WHAT TO PRODUCE → Only the lines of the data below from the one with "tables of absorption" through the one with "import warnings" are wanted. Repeat them exactly.

■ ■ ■ ■ ■ ■ ■

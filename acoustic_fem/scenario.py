"""Scenario files: one TOML file that describes a whole study.

A scenario names the geometry (builder parameters, a CAD file or a mesh
file), the material of every surface, the air, the sources, receivers and
seat grids, the frequency range with an accuracy target, and the outputs
wanted.  ``meshes/mixing_room.toml`` is a fully commented example; the
README's "Scenario files" section documents every key.

Reading a scenario never executes code: the file is parsed by
:mod:`tomllib`, tables of absorption or impedance by :mod:`csv`, and every
value is checked against the schema below.  Errors are
:class:`ScenarioError` (an :class:`~acoustic_fem.InputError`) whose message
names the file, the line where it could be found, the key path, the
offending value and what is allowed; an unknown key is rejected with the
closest valid key suggested.

Public names
------------
load_scenario(path) -> Scenario
Scenario, ScenarioError, GeometryKind, MaterialKind and the parts' dataclasses
build_mesh(scenario, progress=None) -> Mesh; check_on_mesh(scenario, mesh)
scenario_walls(scenario, mesh) -> dict of surface -> Wall
solve_scenario(scenario, progress=None) -> Solution
estimate_scenario_cost(scenario) -> CostEstimate
"""

from __future__ import annotations

import csv
import dataclasses
import difflib
import enum
import inspect
import math
import re
import time
import tomllib
import warnings
from dataclasses import dataclass, field
from pathlib import Path
from types import MappingProxyType
from typing import Any, Callable, Mapping, Sequence

import numpy as np

from ._errors import AcousticFemError, InputError
from .air import Air

__all__ = [
    "FORMAT_VERSION",
    "ScenarioError",
    "GeometryKind",
    "MaterialKind",
    "GeometrySpec",
    "MaterialSpec",
    "SourceSpec",
    "ReceiverSpec",
    "SweepSpec",
    "OutputSpec",
    "Scenario",
    "Solution",
    "CostEstimate",
    "load_scenario",
    "parse_scenario",
    "build_mesh",
    "check_on_mesh",
    "map_plane",
    "ReceiverResponse",
    "spl_db",
    "scenario_walls",
    "solve_scenario",
    "estimate_scenario_cost",
    "target_elements_per_wavelength",
    "dispersion_error",
    "inside_mesh",
    "sample_field",
]

#: The scenario format this version reads (``[scenario] format_version``).
FORMAT_VERSION = 1

#: Surface values that are wall conditions rather than materials.
RIGID = "rigid"
PRESSURE_RELEASE = "pressure_release"

#: Largest number of sweep frequencies accepted (a guard against typos such
#: as step_hz = 0.0001).
MAX_FREQUENCIES = 20000

#: gmsh's mean edge is at most about 1.3 times the size it is given (measured
#: on boxes and floor plans, geometry module notes): the builders are asked
#: for h = wavelength / (1.3 N) so that the mean edge gives at least N.
MEAN_EDGE_OVER_H = 1.3

#: Progress callback: progress(stage, done, total); stages "meshing",
#: "assembly", "modes", "sweep", "writing".
ProgressFn = Callable[[str, int, int], None]


# ==========================================================================
# errors and key paths
# ==========================================================================
class ScenarioError(InputError):
    """A scenario file is unusable; the message names file, line, key and value.

    Attributes
    ----------
    file : Path or None
    key : str
        Dotted key path, e.g. ``sources[2].position_m`` (array entries are
        counted from 1, as a reader counts ``[[sources]]`` blocks).
    line : int or None
        Line of the file where the key (or its table) was found.
    problem : str
        The message without the location.
    """

    def __init__(self, file, key: str, problem: str, line: int | None = None):
        self.file = None if file is None else Path(file)
        self.key = key
        self.line = line
        self.problem = problem
        where = "" if self.file is None else (
            f"{self.file}:{line}: " if line else f"{self.file}: ")
        super().__init__(f"{where}{key + ': ' if key else ''}{problem}")


def _fmt_path(path: Sequence) -> str:
    out = ""
    for p in path:
        if isinstance(p, int):
            out += f"[{p + 1}]"
        else:
            out += ("." if out else "") + str(p)
    return out


def _type_name(v) -> str:
    if isinstance(v, bool):
        return "true/false"
    if isinstance(v, int):
        return "an integer"
    if isinstance(v, float):
        return "a number"
    if isinstance(v, str):
        return "a string"
    if isinstance(v, list):
        return "an array"
    if isinstance(v, dict):
        return "a table"
    return f"a {type(v).__name__}"


def _show(v) -> str:
    s = repr(v) if not isinstance(v, str) else '"' + v + '"'
    return s if len(s) <= 80 else s[:77] + "..."


_HEADER = re.compile(r"^\s*(\[\[?)\s*([^\]]*?)\s*\]\]?\s*(#.*)?$")
_KEY = re.compile(r"""^\s*((?:[A-Za-z0-9_\-]+|"[^"]*"|'[^']*')(?:\s*\.\s*(?:[A-Za-z0-9_\-]+|"[^"]*"|'[^']*'))*)\s*=""")


def _split_key(k: str) -> list[str]:
    parts = re.findall(r"""[A-Za-z0-9_\-]+|"[^"]*"|'[^']*'""", k)
    return [p[1:-1] if p[:1] in "\"'" else p for p in parts]


def _key_lines(text: str) -> dict[tuple, int]:
    """Map every key path and table path of a TOML text to its first line (1-based).

    A light scanner (not a parser: the file was already parsed by tomllib):
    it tracks table headers, array-of-tables counters and bracket depth of
    multi-line values, and skips multi-line strings.  Used only to point
    error messages at a line.
    """
    out: dict[tuple, int] = {}
    counters: dict[tuple, int] = {}
    table: tuple = ()
    depth = 0
    in_ml = None
    for no, line in enumerate(text.splitlines(), start=1):
        if in_ml:
            if in_ml in line:
                in_ml = None
            continue
        if depth == 0:
            m = _HEADER.match(line)
            if m and not _KEY.match(line):
                names = tuple(_split_key(m.group(2)))
                if m.group(1) == "[[":
                    i = counters.get(names, -1) + 1
                    counters[names] = i
                    # entries nested under this array reset
                    for k in [k for k in counters if k[: len(names)] == names and k != names]:
                        del counters[k]
                    table = names + (i,)
                else:
                    table = _resolve_table(names, counters)
                out.setdefault(table, no)
                continue
            m = _KEY.match(line)
            if not m:
                continue  # blank, comment or (invalid) other line
            key = table + tuple(_split_key(m.group(1)))
            out.setdefault(key, no)
            rest = line[m.end():]
        else:
            rest = line
        # bracket depth of multi-line arrays / inline tables, ignoring strings
        s = re.sub(r'"""|\'\'\'', "\x00", rest)
        if s.count("\x00") % 2 == 1:
            in_ml = '"""' if '"""' in rest else "'''"
        s = re.sub(r'"(\\.|[^"\\])*"|\'[^\']*\'', "", s.split("\x00")[0])
        s = s.split("#", 1)[0]
        depth = max(depth + s.count("[") + s.count("{") - s.count("]") - s.count("}"), 0)
    return out


def _resolve_table(names: tuple, counters: dict) -> tuple:
    # [a.b] under [[a]] refers to the latest a entry
    out: list = []
    for n in names:
        out.append(n)
        key = tuple(x for x in out if not isinstance(x, int))
        if key in counters:
            out.append(counters[key])
    return tuple(out)


class _Ctx:
    """Where errors point: the file, its text and its key lines."""

    def __init__(self, file: Path | None, text: str):
        self.file = file
        self.text = text
        self._lines: dict | None = None

    def line(self, path: tuple) -> int | None:
        if self._lines is None:
            self._lines = _key_lines(self.text)
        p = tuple(path)
        while p:
            if p in self._lines:
                return self._lines[p]
            p = p[:-1]
        return None

    def error(self, path: Sequence, problem: str) -> ScenarioError:
        return ScenarioError(self.file, _fmt_path(path), problem, self.line(tuple(path)))


_REQUIRED = object()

■ ■ ■ ■ ■ ■ ■

EXPECTED ANSWER →
:mod:`tomllib`, tables of absorption or impedance by :mod:`csv`, and every
value is checked against the schema below.  Errors are
:class:`ScenarioError` (an :class:`~acoustic_fem.InputError`) whose message
names the file, the line where it could be found, the key path, the
offending value and what is allowed; an unknown key is rejected with the
closest valid key suggested.

Public names
------------
load_scenario(path) -> Scenario
Scenario, ScenarioError, GeometryKind, MaterialKind and the parts' dataclasses
build_mesh(scenario, progress=None) -> Mesh; check_on_mesh(scenario, mesh)
scenario_walls(scenario, mesh) -> dict of surface -> Wall
solve_scenario(scenario, progress=None) -> Solution
estimate_scenario_cost(scenario) -> CostEstimate
"""

from __future__ import annotations

import csv
import dataclasses
import difflib
import enum
import inspect
import math
import re
import time
import tomllib
import warnings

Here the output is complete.